"""The printed plan (ventset.gui.printing): PDF pages that hold the settings, every caution and assumption, the
anaesthetic record, the standing notice on every page and the signature line; Qt's print preview; paper by locale.

Checked from outside Qt with poppler-utils (pdftotext, pdftoppm, pdfinfo; installed by scripts/setup.sh --test).
"""

from __future__ import annotations

import dataclasses
import html
import os
import re
import shutil
import subprocess
import sys
from datetime import datetime
from pathlib import Path

import pytest

from ventset import __version__, storage
from ventset.library import load_library
from ventset.model import STANDING_NOTICE, ApparatusPart, Caution, Circuit, Patient, Request, Targets
from ventset.planner import plan
from ventset.present.rows import ordered_assumptions, setting_rows
from ventset.units import fmt

printing = pytest.importorskip("ventset.gui.printing")

ROOT = Path(__file__).resolve().parents[2]
LIB = load_library()
POPPLER = all(shutil.which(t) for t in ("pdftotext", "pdftoppm", "pdfinfo"))
needs_poppler = pytest.mark.skipif(not POPPLER, reason="pdftotext/pdftoppm/pdfinfo missing: run "
                                                       "'bash scripts/setup.sh --test' (Debian poppler-utils)")
WHEN = datetime(2024, 6, 3, 8, 15)


@pytest.fixture(autouse=True)
def _data_dir(tmp_path, monkeypatch):
    monkeypatch.setenv(storage.DATA_DIR_ENV, str(tmp_path / "data"))


def _plan(mode=None, name="Clementine (invented)"):
    req = Request(Patient("dog", 27.0, name=name),
                  Circuit(parts=(ApparatusPart("Clinic HME, adult", 55.0), ApparatusPart("Y-piece", 7.5)),
                          tube_id_mm=9.0, tube_length_cm=7.0, mode=mode), Targets(peep_cmh2o=5.0))
    return plan(req, LIB)


def _text(pdf: Path, *extra: str) -> str:
    return subprocess.run(["pdftotext", *extra, str(pdf), "-"], capture_output=True, text=True, check=True).stdout


def _flat(text: str) -> str:
    return " ".join(text.split())


def _write(tmp_path, p, name="plan.pdf", **kw) -> tuple[Path, printing.PageInfo]:
    path = tmp_path / name
    kw.setdefault("paper", "A4")
    info = printing.write_plan_pdf(p, path, when=WHEN, case_name="clementine.ventcase", **kw)
    return path, info


def _pages(pdf: Path) -> int:
    meta = subprocess.run(["pdfinfo", str(pdf)], capture_output=True, text=True, check=True).stdout
    return int(re.search(r"^Pages:\s+(\d+)$", meta, re.M).group(1))


def _page_text(pdf: Path, n: int) -> str:
    return _flat(_text(pdf, "-f", str(n), "-l", str(n)))


def _every_page_has_the_notice_and_its_number(pdf: Path) -> int:
    pages = _pages(pdf)
    for n in range(1, pages + 1):
        text = _page_text(pdf, n)
        assert _flat(STANDING_NOTICE) in text, f"page {n} has no standing notice"
        assert f"page {n} of {pages}" in text
    return pages


@needs_poppler
def test_pdf_holds_settings_notice_signature_and_versions(qapp, tmp_path):
    p = _plan()
    path, info = _write(tmp_path, p)
    assert path.read_bytes().startswith(b"%PDF")
    meta = subprocess.run(["pdfinfo", str(path)], capture_output=True, text=True, check=True).stdout
    assert re.search(r"Page size:\s+595(\.\d+)? x 842(\.\d+)? pts", meta)  # A4
    assert _every_page_has_the_notice_and_its_number(path) == info.pages
    first = _page_text(path, 1)
    for tile in setting_rows(p):
        assert f"{tile.value} {tile.unit}".strip() in first, tile
    v, pr = p.ventilation, p.pressures
    assert fmt(v.set_tidal_volume_ml) in first and fmt(v.rate_per_min) in first and fmt(pr.peep_cmh2o) in first
    assert "Clementine (invented)" in first and "Dog · 27 kg" in first
    assert "Veterinarian (name)" in first and "Signature" in first and "Date and time" in first
    text = _flat(_text(path))
    assert f"ventset {__version__}" in text and f"species data {LIB.species_version}" in text
    assert "printed 2024-06-03 08:15" in text and "clementine.ventcase" in text
    assert "Clinic HME, adult 55 mL; Y-piece 7.5 mL = 62.5 mL" in text
    for c in p.cautions:
        assert c.code in text
    assert info.cautions_shown == len(p.cautions) and info.assumptions_shown == len(p.assumptions)
    for a in p.assumptions:  # every assumption is printed, with its source
        assert _flat(f"{a.name}:") in text and _flat(a.source)[:40] in text
    assert "not shown" not in text
    assert not re.search("[\ufb00-\ufb06]", text)  # no ligature glyphs: 'Inspiratory flow' extracts as typed
    assert "Inspiratory flow" in text


def _word_heights(pdf: Path) -> list[tuple[str, float]]:
    out = _text(pdf, "-bbox")
    words = re.findall(r'<word xMin="[\d.]+" yMin="([\d.]+)" xMax="[\d.]+" yMax="([\d.]+)">([^<]*)</word>', out)
    return [(html.unescape(w), float(y2) - float(y1)) for y1, y2, w in words]


@needs_poppler
def test_settings_are_in_large_type_and_assumptions_in_small(qapp, tmp_path):
    p = _plan()
    path, _ = _write(tmp_path, p)
    heights = _word_heights(path)
    rate = [h for w, h in heights if w == fmt(p.ventilation.rate_per_min)]
    kleiber = [h for w, h in heights if w.startswith("Kleiber")]
    notice = [h for w, h in heights if w == "prescription."]
    assert rate and kleiber and notice
    assert max(rate) > 2.5 * max(notice) > 2.5 * min(kleiber)  # 24 pt settings, 8.5 pt notice, 6.5 pt sources
    assert max(rate) > 20  # points


@needs_poppler
def test_page_renders_with_clear_margins(qapp, tmp_path):
    from PySide6.QtGui import QImage

    path, info = _write(tmp_path, _plan())
    subprocess.run(["pdftoppm", "-r", "50", "-png", "-f", "1", "-l", "1", str(path), str(tmp_path / "page")],
                   check=True)
    (png,) = tmp_path.glob("page*.png")
    img = QImage(str(png))
    assert abs(img.width() - 413) <= 1 and abs(img.height() - 585) <= 1  # A4 at 50 dpi

    def dark_rows(y0: int, y1: int) -> int:
        return sum(any(img.pixelColor(x, y).lightness() < 200 for x in range(0, img.width(), 2))
                   for y in range(y0, y1))

    mm = 50 / 25.4
    assert dark_rows(0, int(14 * mm)) == 0  # the top edge is left clear for the board clip
    assert dark_rows(img.height() - int(5 * mm), img.height()) == 0
    assert dark_rows(int(20 * mm), int(60 * mm)) > 20  # the settings are there
    assert info.bottom_pt <= 842 - 14


@needs_poppler
def test_a_crowded_plan_prints_everything_on_further_pages(qapp, tmp_path):
    p = _plan()
    extra = tuple(Caution("info", f"INVENTED_{i}", "An invented note to crowd the page for this test; it is long "
                          "enough to wrap onto a second printed line of the caution list. " * 2) for i in range(16))
    crowded = dataclasses.replace(p, cautions=p.cautions + extra)
    path, info = _write(tmp_path, crowded)
    assert info.pages >= 2 and _every_page_has_the_notice_and_its_number(path) == info.pages
    text = _flat(_text(path))
    assert info.cautions_shown == len(crowded.cautions) and info.assumptions_shown == len(p.assumptions)
    assert info.cautions_omitted == info.assumptions_omitted == 0 and "not shown" not in text
    for c in crowded.cautions:
        assert c.code in text
    for a in p.assumptions:
        assert _flat(a.source)[:40] in text
    last = _page_text(path, info.pages)
    assert "(continued)" in last and "Signature" not in last  # signed once, on the sheet with the settings
    order = [text.index(_flat(f"{a.name}:")) for a in ordered_assumptions(p)]
    assert order == sorted(order)  # most important first, the rest after, none dropped


@needs_poppler
def test_the_anaesthetic_record_is_printed_in_the_chosen_unit(qapp, tmp_path):
    from ventset.titrate import Measurement, accept, record_measurement

    p = _plan()
    req = p.request
    entries = record_measurement((), req, Measurement(0, 300, 12, etco2_mmhg=52, clock="09:05", note="after "
                                                      "induction (invented)"), library=LIB)
    entries = accept(entries, 0, "proposal")
    entries = record_measurement(entries, req, Measurement(15, 330, 14, paco2_mmhg=46, etco2_mmhg=41, pao2_mmhg=410,
                                                           spo2_percent=99, clock="09:20"), library=LIB)
    path, info = _write(tmp_path, p, record=entries, gas_unit="kPa")
    assert info.record_rows == 2
    text = _flat(_text(path))
    assert "ANAESTHETIC RECORD (2 measurements)" in text
    assert "09:05 (0 min)" in text and "after induction (invented)" in text and "(proposal)" in text
    assert f"{fmt(52 / 7.500615758)} kPa" in text and f"{fmt(46 / 7.500615758)} kPa" in text  # 1 kPa = 7.5006 mmHg
    proposal = entries[0].proposal
    assert f"{fmt(proposal.tidal_volume_ml)} mL × {fmt(proposal.rate_per_min)}/min" in text
    without, _ = _write(tmp_path, p, name="none.pdf")
    assert "ANAESTHETIC RECORD" not in _text(without)


@needs_poppler
def test_no_alveolar_ventilation_prints_the_danger_and_no_settings(qapp, tmp_path):
    req = Request(Patient("cat", 4.0, name="Smudge (invented)"), Circuit(parts=(ApparatusPart("Big filter", 50.0),)),
                  Targets())
    p = plan(req, LIB)
    assert printing.no_gas_exchange(p)  # 50 mL of filter on a 4 kg cat: every breath is dead space
    path, info = _write(tmp_path, p)
    first = _page_text(path, 1)
    assert "NO ALVEOLAR VENTILATION" in first and "No settings are printed" in first
    assert "Set tidal volume" not in first and "Recommended" not in first
    heights = _word_heights(path)
    big = [h for w, h in heights if h > 15]  # the 24 pt setting numbers are over 25 pt high
    assert big and all(h < 22 for h in big)
    assert [h for w, h in heights if w == "ALVEOLAR"][0] > 14  # the danger is what stands out
    assert _every_page_has_the_notice_and_its_number(path) == info.pages


@needs_poppler
def test_pressure_mode_letter_paper_and_a_long_name(qapp, tmp_path):
    p = _plan(mode="pressure", name="Clementine " + "Featherstonehaugh-" * 8)
    path, _ = _write(tmp_path, p, paper="Letter")
    meta = subprocess.run(["pdfinfo", str(path)], capture_output=True, text=True, check=True).stdout
    assert re.search(r"Page size:\s+612(\.\d+)? x 792(\.\d+)? pts", meta)
    text = _flat(_text(path))
    assert "Inspiratory pressure" in text and fmt(p.pressures.inspiratory_pressure_cmh2o) in text
    assert "Tidal volume (expected)" in text and "…" in text  # the name is shortened, not overprinted


def test_paper_follows_the_locale(monkeypatch):
    assert printing.default_paper("en_US.UTF-8") == "Letter" and printing.default_paper("fr_CA") == "Letter"
    assert printing.default_paper("en_CA.UTF-8") == "Letter"
    for name in ("en_GB.UTF-8", "de_DE", "fr_FR.UTF-8@euro", "en_AU", "C"):
        assert printing.default_paper(name) == "A4", name
    for var in ("LC_ALL", "LC_PAPER", "LANG"):
        monkeypatch.delenv(var, raising=False)
    monkeypatch.setenv("LANG", "en_GB.UTF-8")
    monkeypatch.setenv("LC_PAPER", "en_US.UTF-8")  # POSIX: LC_PAPER over LANG, LC_ALL over both
    assert printing.default_paper() == "Letter"
    monkeypatch.setenv("LC_ALL", "de_DE.UTF-8")
    assert printing.default_paper() == "A4"


def test_page_image_for_preview(qapp):
    img = printing.plan_page_image(_plan(), 600, when=WHEN, paper="A4")
    assert img.width() == 600 and abs(img.height() - 600 * 842 / 595) <= 1
    assert not img.isNull()


def test_write_failure_is_a_clear_error(qapp, tmp_path):
    with pytest.raises(storage.WriteError, match="does not exist"):
        printing.write_plan_pdf(_plan(), tmp_path / "missing" / "p.pdf")


@needs_poppler
def test_cli_writes_the_pdf_headless_without_a_display(tmp_path):
    pdf = tmp_path / "cli.pdf"
    env = {k: v for k, v in os.environ.items() if k not in ("DISPLAY", "WAYLAND_DISPLAY", "QT_QPA_PLATFORM")}
    env.update(PYTHONPATH=str(ROOT), **{storage.DATA_DIR_ENV: str(tmp_path / "data")})
    proc = subprocess.run([sys.executable, "-m", "ventset", "plan", "--species", "cat", "--mass", "4.1 kg", "--name",
                           "Moth (invented)", "--json", "--pdf", str(pdf)], env=env, capture_output=True, text=True,
                          timeout=120)
    assert proc.returncode == 0, proc.stderr
    assert proc.stdout.lstrip().startswith("{") and f"wrote printed plan to {pdf}" in proc.stderr
    assert "Moth (invented)" in _text(pdf)
    bad = subprocess.run([sys.executable, "-m", "ventset", "plan", "--species", "cat", "--mass", "4 kg", "--pdf",
                          str(tmp_path / "no" / "x.pdf")], env=env, capture_output=True, text=True, timeout=120)
    assert bad.returncode == 2 and bad.stderr.count("\n") == 1 and "does not exist" in bad.stderr


@needs_poppler
def test_the_dial_settings_print_under_the_machine_name(qapp, tmp_path):
    # Issue 12: the PDF shows the dial settings under the machine's name, as the text output does.
    req = Request(Patient("horse", 450.0, name="Mistral (invented)"), Circuit(machine="bellows_large_animal"))
    p = plan(req, load_library())
    pdf, _ = _write(tmp_path, p)
    text = _flat(_text(pdf))
    assert "ON THE MACHINE: LARGE-ANIMAL BELLOWS" in text and "TURN THESE" in text
    for row in ("Bellows volume", "Inspiratory flow", "Breaths per minute", "Expected PaCO2 as dialled"):
        assert row in text
    assert fmt(p.machine.evaluation.paco2_mmhg) in text  # the dialled PaCO2, not the ideal one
☆ ☆ ☆
### TASK BRIEF
Each line from the start of the listing through the line with "from ventset.library import load_library" is to be restated verbatim, both ends included.

### TASK OUTPUT
"""The printed plan (ventset.gui.printing): PDF pages that hold the settings, every caution and assumption, the
anaesthetic record, the standing notice on every page and the signature line; Qt's print preview; paper by locale.

Checked from outside Qt with poppler-utils (pdftotext, pdftoppm, pdfinfo; installed by scripts/setup.sh --test).
"""

from __future__ import annotations

import dataclasses
import html
import os
import re
import shutil
import subprocess
import sys
from datetime import datetime
from pathlib import Path

import pytest

from ventset import __version__, storage
from ventset.library import load_library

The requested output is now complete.